Product: Policy Brief

Authors: PRB

Date: December 3, 2001

Government policymakers and planners around the world use population projections to gauge future demand for food, water, energy, and services, and to forecast future demographic characteristics. Population projections can alert policymakers to major trends that may affect economic development and help policymakers craft policies that can be adapted for various projection scenarios.

The accuracy of population projections has been attracting more attention, driven by concerns about the possible long-term effects of aging, HIV/AIDS, and other demographic trends. The National Research Council of the U.S. National Academy of Sciences (NAS) convened a panel of experts in 1998 to examine the assumptions, accuracy, and uncertainty related to the most widely used population projections and to recommend ways to improve these projections. After extensive review, the panel concluded in July 2000 that current world population projections to the year 2050 are based on sound scientific evidence and provide plausible forecasts of demographic trends for the world. The panel cautioned, however, that projections for specific countries, for certain population groups, or for longer periods in the future are less certain than global and shorter-range projections.

Users of population projections need to understand the reliability and the limitations of projection series. Awareness of how projections are prepared and the possible sources of uncertainty in the numbers can help policymakers more effectively incorporate projections in their planning process.

 

Who Makes Population Projections?

Most national governments make population projections for their own countries. In addition, a few international organizations prepare population projections for the world, regions, and individual countries. The United Nations (UN) and the U.S. Census Bureau issue revised global and national projections on a regular basis. The UN projections are the most widely used worldwide. Many national governments, international agencies, the media, researchers, and academic institutions rely on UN projections. The World Bank and the International Institute for Applied Systems Analysis (IIASA) also prepare population projections for the world, major regions, and (especially the World Bank) for individual countries. World Bank projections generally are used for planning and for managing projects, while IIASA projections have been used primarily to assess various projection assumptions and methods. Each of these international organizations uses slightly different methodologies, makes varying assumptions about future demographic trends, and begins with slightly different estimates of current population size. Nevertheless, their results fall within a relatively small band for the next 50 years (see Figure 1).


Figure 1

World Population Projections to 2050 and 2100: The United Nations, World Bank, U.S. Census Bureau, and IIASA

*International Institute for Applied Systems Analysis.
Sources: United Nations, Long-Range World Population Projections Based on the 1998 Revision (1999); U.S. Census Bureau, International Data Base, (www.census.gov/ipc/www, accessed July 10, 2001); The World Bank, World Development Indicators 2001 CD-ROM; W. Lutz, W. Sanderson, and S. Scherbov, Nature (Aug. 2, 2001): 543-46; and unpublished data from IIASA.

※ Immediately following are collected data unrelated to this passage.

"""Equivalent-time superposition and the repeated year (planner.aging.superposition)."""

import math

import numpy as np
import pytest
from hypothesis import given, settings
from hypothesis import strategies as st

from planner.aging import age_lanes
from planner.aging import calendar as cal
from planner.aging import superposition as sp
from planner.chemistry import get_chemistry

R = 8.314462618  # CODATA 2018 molar gas constant, J/(mol K)


def _af(temp_c, ea=50e3, ref_c=25.0):
    # Arrhenius factor written out independently with the math module.
    return math.exp(-ea / R * (1.0 / (temp_c + 273.15) - 1.0 / (ref_c + 273.15)))


def test_clock_convention_worked_example():
    # Research note §6.1/§0 (method): sqrt(t) law, Ea = 50 kJ/mol, half a year at 35 °C then
    # half a year at 15 °C -> t_eq = 1.21 y at 25 °C and a loss 1.100 x that of 1 y at 25 °C.
    t_eq = sp.reference_equivalent_time([_af(35.0), _af(15.0)], [0.5, 0.5], 0.5, "clock")
    assert float(t_eq) == pytest.approx(1.21, abs=0.005)
    assert math.sqrt(float(t_eq)) == pytest.approx(1.100, abs=0.002)


def test_coefficient_convention_differs_under_varying_temperature():
    # Coefficient convention (Arrhenius factor in k): t_eq = sum(AF**(1/z) dt); for z = 0.5,
    # AF squared: 0.5 * (AF35^2 + AF15^2) (research note §6.1, formula (B)).
    expected = 0.5 * (_af(35.0) ** 2 + _af(15.0) ** 2)
    got = sp.reference_equivalent_time([_af(35.0), _af(15.0)], [0.5, 0.5], 0.5, "coefficient")
    assert float(got) == pytest.approx(expected, rel=1e-12)
    assert float(got) > 1.21 + 0.5  # clearly not the clock result
    # At constant temperature the two conventions give the same loss: k_ref AF t^z both ways.
    clock = sp.reference_equivalent_time([_af(35.0)], [1.0], 0.5, "clock")
    coeff = sp.reference_equivalent_time([_af(35.0)], [1.0], 0.5, "coefficient")
    # clock: loss = k (AF t)^z ; coefficient: loss = k (AF^(1/z) t)^z = k AF t^z.
    assert math.sqrt(float(coeff)) == pytest.approx(_af(35.0), rel=1e-12)
    assert math.sqrt(float(clock)) == pytest.approx(math.sqrt(_af(35.0)), rel=1e-12)


def test_lfp_engine_uses_the_coefficient_convention():
    # Naumann et al. 2018 fitted k_ref * AF * g(SOC) * sqrt(t): the engine must superpose a
    # hot half-year and a cold half-year as sum(AF^2 dt), not sum(AF dt) (research note §6.1).
    chem = get_chemistry("lfp")
    p = chem.aging_set("naumann").calendar
    temp = np.where(np.arange(8760) < 4380, 35.0, 15.0)[:, None]
    result = age_lanes(chem, temp, np.full((8760, 1), 0.5), None, 3.55, 1, aging_set="naumann",
                       rate_bin_k=None, soc_bin_frac=None)
    k25 = p["k_ref_per_sqrt_s"] * (p["soc_c"] * 0.0 + p["soc_d"])
    ea = p["activation_energy_j_mol"]
    half = 4380 * 3600.0
    coefficient = k25 * math.sqrt((_af(35.0, ea) ** 2 + _af(15.0, ea) ** 2) * half)
    clock = k25 * math.sqrt((_af(35.0, ea) + _af(15.0, ea)) * half)
    assert result.calendar_loss_frac[-1, 0] == pytest.approx(coefficient, rel=1e-9)
    assert abs(result.calendar_loss_frac[-1, 0] - clock) > 1e-4


@settings(max_examples=50, deadline=None)
@given(st.lists(st.floats(1e-4, 1e-1), min_size=1, max_size=12),
       st.lists(st.floats(0.01, 5.0), min_size=12, max_size=12),
       st.sampled_from([0.5, 0.75, 1.0]))
def test_state_sum_equals_textbook_equivalent_time_updates(coefficients, durations, z):
    # Textbook virtual-time update (research note §6.1, steps 1-2) applied step by step
    # equals the state sum S = sum(k^(1/z) dt), loss = S^z.
    loss = 0.0
    state = 0.0
    for k, dt in zip(coefficients, durations):
        loss = float(sp.equivalent_time_step(loss, k, dt, z))
        state += k ** (1.0 / z) * dt
    assert float(sp.loss_from_state(state, z)) == pytest.approx(loss, rel=1e-9)


@settings(max_examples=50, deadline=None)
@given(st.floats(1e-4, 1e-1), st.lists(st.floats(0.01, 5.0), min_size=1, max_size=10),
       st.sampled_from([0.5, 0.75, 1.0]))
def test_splitting_a_constant_period_changes_nothing(k, pieces, z):
    # Closed form at constant conditions: Q = k * t^z (definition of the law).
    loss = 0.0
    for dt in pieces:
        loss = float(sp.equivalent_time_step(loss, k, dt, z))
    assert loss == pytest.approx(k * sum(pieces) ** z, rel=1e-9)


@settings(max_examples=30, deadline=None)
@given(st.floats(-20.0, 55.0), st.floats(0.0, 1.0), st.integers(1, 25))
def test_engine_constant_conditions_equal_closed_form(temp_c, soc, years):
    # Naumann et al. 2018 closed form k(T, SOC) sqrt(t) at every month end, exact mode (the
    # set with that law; the default's law in test_aging_large_format.py).
    chem = get_chemistry("lfp")
    p = chem.aging_set("large-format").calendar
    result = age_lanes(chem, np.full((8760, 1), temp_c), np.full((8760, 1), soc), None, 3.55, years,
                       rate_bin_k=None, soc_bin_frac=None, aging_set="large-format")
    month_hours = np.concatenate([[0], np.cumsum(np.tile([31, 28, 31, 30, 31, 30, 31, 31, 30, 31, 30, 31],
                                                         years))]) * 24.0
    closed = cal.naumann2018_calendar_loss(temp_c, soc, month_hours * 3600.0, **p)
    np.testing.assert_allclose(result.calendar_loss_frac[:, 0], closed, rtol=1e-9, atol=1e-15)
    # Binned lookup tables (the default) stay within 0.1 % of the exact rates.
    binned = age_lanes(chem, np.full((8760, 1), temp_c), np.full((8760, 1), soc), None, 3.55, years,
                       aging_set="large-format")
    np.testing.assert_allclose(binned.calendar_loss_frac[:, 0], closed, rtol=1e-3, atol=1e-12)


def test_repeat_year_equals_brute_force_accumulation():
    # Algebra of the repeated year against an explicit month-by-month running sum.
    rng = np.random.default_rng(0)
    inc = rng.uniform(0, 1, size=(12, 3))
    state0 = np.array([0.0, 0.5, 2.0])
    years = 7
    brute = np.vstack([state0, state0 + np.cumsum(np.tile(inc, (years, 1)), axis=0)])
    np.testing.assert_allclose(sp.repeat_year(state0, inc, years), brute, rtol=1e-12)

How Are Populations Projected?

The population of a geographic area grows or declines through the interaction of three factors: fertility, mortality, and migration. To project population size at a future date, demographers make assumptions about levels of fertility and mortality and about how many people will move into or out of an area before that date. The net population increase or decrease over the period is added to the “baseline” (beginning) population to project future population.

All of the major international agencies that project populations base their projections on current population estimates and assumptions about how fertility, mortality, and migration will change over time. Recent projection methodologies have focused on identifying uncertainty in projections — that is, on developing estimates of the probability that the future population size will fall within a certain range. Demographers try to measure the uncertainty of population projections by consulting other experts; analyzing errors in previous projections; and examining trends in fertility, mortality, and migration.

 

How Accurate Are Projections?

The accuracy of current population projections cannot be directly evaluated, but the success of previous global and country-level projections can be examined. Twelve times since the 1950s, the UN has projected the world population size for the year 2000. All but one of these projections has been off by less than 4 percent.

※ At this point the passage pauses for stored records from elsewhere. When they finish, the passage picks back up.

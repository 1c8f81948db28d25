"""Closed or failing standard streams, and what `planner plan` does with its outputs
(planner/cli/streams.py, planner/cli/plan.py).

Classes (each with a known case and a second variant):
- a closed standard output or error (``>&-``, ``2>&-``) or one that cannot be written
  (``2>/dev/full``): the plan is still written, the documented exit code kept, no
  traceback; a result that cannot reach standard output is exit 4;
- output options that say nothing (``--out ''``, ``--json ''``), ``-`` in ``[output].json``,
  an output that is a symbolic link.
Planning is replaced by the synthetic plan of ``plan_fixture`` (these tests are about the
streams and the writing), in a child process where the streams are real.
"""

import json
import os
import shutil
import subprocess
import sys
import textwrap
from pathlib import Path

import pytest
from click.testing import CliRunner

import planner.pipeline
from planner.cli import cli

REPO = Path(__file__).resolve().parents[1]
TESTS = Path(__file__).resolve().parent

FAKE_PLAN = textwrap.dedent("""
    import sys
    import planner.pipeline
    from plan_fixture import make_plan
    from planner.cli import main

    def fake_run(study, progress=None, **_options):
        plan = make_plan(3)
        for row in plan["chemistry_comparison"]:
            row["sites_unserved"] = []
        return plan

    planner.pipeline.run_study = fake_run
    main(sys.argv[1:])
""")


@pytest.fixture
def study_dir(tmp_path):
    for name in ("quick.toml", "quick_sites.csv"):
        shutil.copy(REPO / "scenarios" / name, tmp_path / name)
    return tmp_path


def planner_child(folder: Path, args, *, shell_redirect: str = ""):
    """Run the planner with the fake plan in a child process; ``shell_redirect`` is what a
    shell would add (e.g. ``>&-``). Returns (exit code, stdout, stderr)."""
    env = {**os.environ, "PYTHONPATH": os.pathsep.join([str(REPO), str(TESTS)])}
    script = folder / "fake_planner.py"
    script.write_text(FAKE_PLAN)
    quoted = " ".join(f"'{a}'" for a in args)
    command = f"'{sys.executable}' '{script}' {quoted} {shell_redirect}"
    proc = subprocess.run(["/bin/sh", "-c", command], cwd=folder, env=env, capture_output=True,
                          text=True, timeout=300)
    return proc.returncode, proc.stdout, proc.stderr


@pytest.mark.parametrize("redirect", [
    ">&-", "2>&-", "2>/dev/full",            # the three usual redirections
    ">&- 2>&- <&-",                          # variant: every standard stream closed
])
def test_closed_streams_still_write_the_plan_with_exit_0(study_dir, redirect):
    code, out, err = planner_child(study_dir, ["plan", "quick.toml", "--out", "p.xlsx",
                                               "--json", "p.json"], shell_redirect=redirect)
    assert code == 0, (code, err)
    assert (study_dir / "p.xlsx").stat().st_size > 0
    assert json.loads((study_dir / "p.json").read_text())["sites"]
    assert "Traceback" not in err and "Exception ignored" not in err
    assert not [p.name for p in study_dir.iterdir() if p.name.endswith((".tmp", ".old"))]


@pytest.mark.parametrize("redirect", [">&-", ">/dev/full"])
def test_json_that_cannot_reach_standard_output_is_exit_4(study_dir, redirect):
    (study_dir / "p.xlsx").write_bytes(b"earlier")
    code, _, err = planner_child(study_dir, ["plan", "quick.toml", "--out", "p.xlsx", "--json", "-"],
                                 shell_redirect=redirect)
    assert code == 4, (code, err)
    assert "standard output" in err and "Traceback" not in err
    assert (study_dir / "p.xlsx").read_bytes() == b"earlier"   # the pair did not change


def test_result_commands_on_a_closed_standard_output_are_exit_4(tmp_path):
    # variant: the result of `planner climate` / `planner life` is their standard output
    for args in (["climate", "alpine"], ["life", "--chemistry", "lfp", "--temp-c", "25"]):
        code, _, err = planner_child(tmp_path, args, shell_redirect=">&-")
        assert code == 4 and "standard output" in err and "Traceback" not in err, err
        code, _, err = planner_child(tmp_path, args, shell_redirect="2>&-")
        assert code == 0, err


def test_full_device_as_workbook_is_one_line_and_exit_4(study_dir):
    # it used to print "Exception ignored in ZipFile.__del__"; /dev/full is the
    # Linux device whose writes fail with ENOSPC (kernel admin-guide/devices.txt, 1:7)
    if not os.path.exists("/dev/full"):
        pytest.skip("no /dev/full on this system")
    code, _, err = planner_child(study_dir, ["plan", "quick.toml", "--out", "/dev/full"])
    assert code == 4 and err.strip().count("\n") == 0, err
    assert "No space left on device" in err and "Exception ignored" not in err
    # variant: the JSON on the full device, the workbook to a file: neither is written
    code, _, err = planner_child(study_dir, ["plan", "quick.toml", "--out", "w.xlsx",
                                             "--json", "/dev/full"])
    assert code == 4 and not (study_dir / "w.xlsx").exists(), err


# ---------------------------------------------------------------- output options


@pytest.fixture
def no_planning(monkeypatch):
    from plan_fixture import make_plan

    calls = []

    def fake_run(study, progress=None, **_options):
        calls.append(study)
        plan = make_plan(3)
        for row in plan["chemistry_comparison"]:
            row["sites_unserved"] = []
        return plan

    monkeypatch.setattr(planner.pipeline, "run_study", fake_run)
    return calls


def run(folder: Path, *args):
    cwd = os.getcwd()
    os.chdir(folder)
    try:
        return CliRunner().invoke(cli, ["plan", *args])
    finally:
        os.chdir(cwd)


@pytest.mark.parametrize("args, expected", [
    (["--out", ""], "--out is empty"),              # wrote the default
    (["--json", ""], "--json is empty"),            # wrote nothing
    (["--out", "  "], "--out is empty"),            # variant: blanks only
])
def test_empty_output_options_are_refused(study_dir, no_planning, args, expected):
    result = run(study_dir, "quick.toml", *args)
    assert result.exit_code == 2 and expected in result.output and no_planning == []
    assert not (study_dir / "output").exists()


def test_dash_in_the_output_section_is_standard_output(study_dir, no_planning):
    text = (study_dir / "quick.toml").read_text().replace("[output]\n", '[output]\njson = "-"\n')
    (study_dir / "quick.toml").write_text(text)
    result = run(study_dir, "quick.toml", "--out", "p.xlsx")
    assert result.exit_code == 0 and json.loads(result.stdout)["sites"]
    assert not (study_dir / "-").exists()
    # variant: surrounding blanks mean the same
    (study_dir / "quick.toml").write_text(text.replace('json = "-"', 'json = " - "'))
    result = run(study_dir, "quick.toml", "--out", "p.xlsx")
    assert result.exit_code == 0 and not (study_dir / " - ").exists()


def test_output_symlink_is_written_through(study_dir, no_planning):
    (study_dir / "runs").mkdir()
    (study_dir / "runs" / "plan-2027.xlsx").write_bytes(b"old")
    (study_dir / "latest.xlsx").symlink_to(Path("runs") / "plan-2027.xlsx")
    (study_dir / "latest.json").symlink_to(Path("runs") / "plan-2027.json")   # dangling
    result = run(study_dir, "quick.toml", "--out", "latest.xlsx", "--json", "latest.json")
    assert result.exit_code == 0, result.output
    assert (study_dir / "latest.xlsx").is_symlink() and (study_dir / "latest.json").is_symlink()
    assert (study_dir / "runs" / "plan-2027.xlsx").read_bytes()[:2] == b"PK"   # a ZIP (xlsx)
    assert json.loads((study_dir / "runs" / "plan-2027.json").read_text())["sites"]


def test_output_link_onto_an_input_is_refused(study_dir, no_planning):
    # variant: a link is followed before the "never onto an input" check
    (study_dir / "sneaky.json").symlink_to(study_dir / "quick_sites.csv")
    result = run(study_dir, "quick.toml", "--json", "sneaky.json")
    assert result.exit_code == 2 and "is the study's sites table" in result.output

Projections for specific countries and age groups have not been as accurate, however. In general, projections of future population size tend to be more uncertain, or less accurate:

  • For less developed countries than for more developed countries, partly because the former tend to have less reliable data on the current population size and birth and death rates;
  • For smaller countries than larger ones, in part because analysts devote more attention to larger countries;
  • For younger and older age groups than for middle age groups, because incorrect assumptions about fertility and mortality have a greater effect at older and younger ages;
  • At the country level than at the regional or global level, because errors at the country level tend to cancel each other when aggregated to regions or to the world; and
  • For longer periods (more than two decades) than shorter periods, because of the compounding effects of incorrect assumptions over time.

Which errors are most important? In short-term projections, inaccuracies in the population data at the beginning point of a projection are the most important source of error. For long-term projections, assumptions about future fertility, mortality, and migration trends have a greater effect on accuracy.

 

What Will Determine Future Population Trends?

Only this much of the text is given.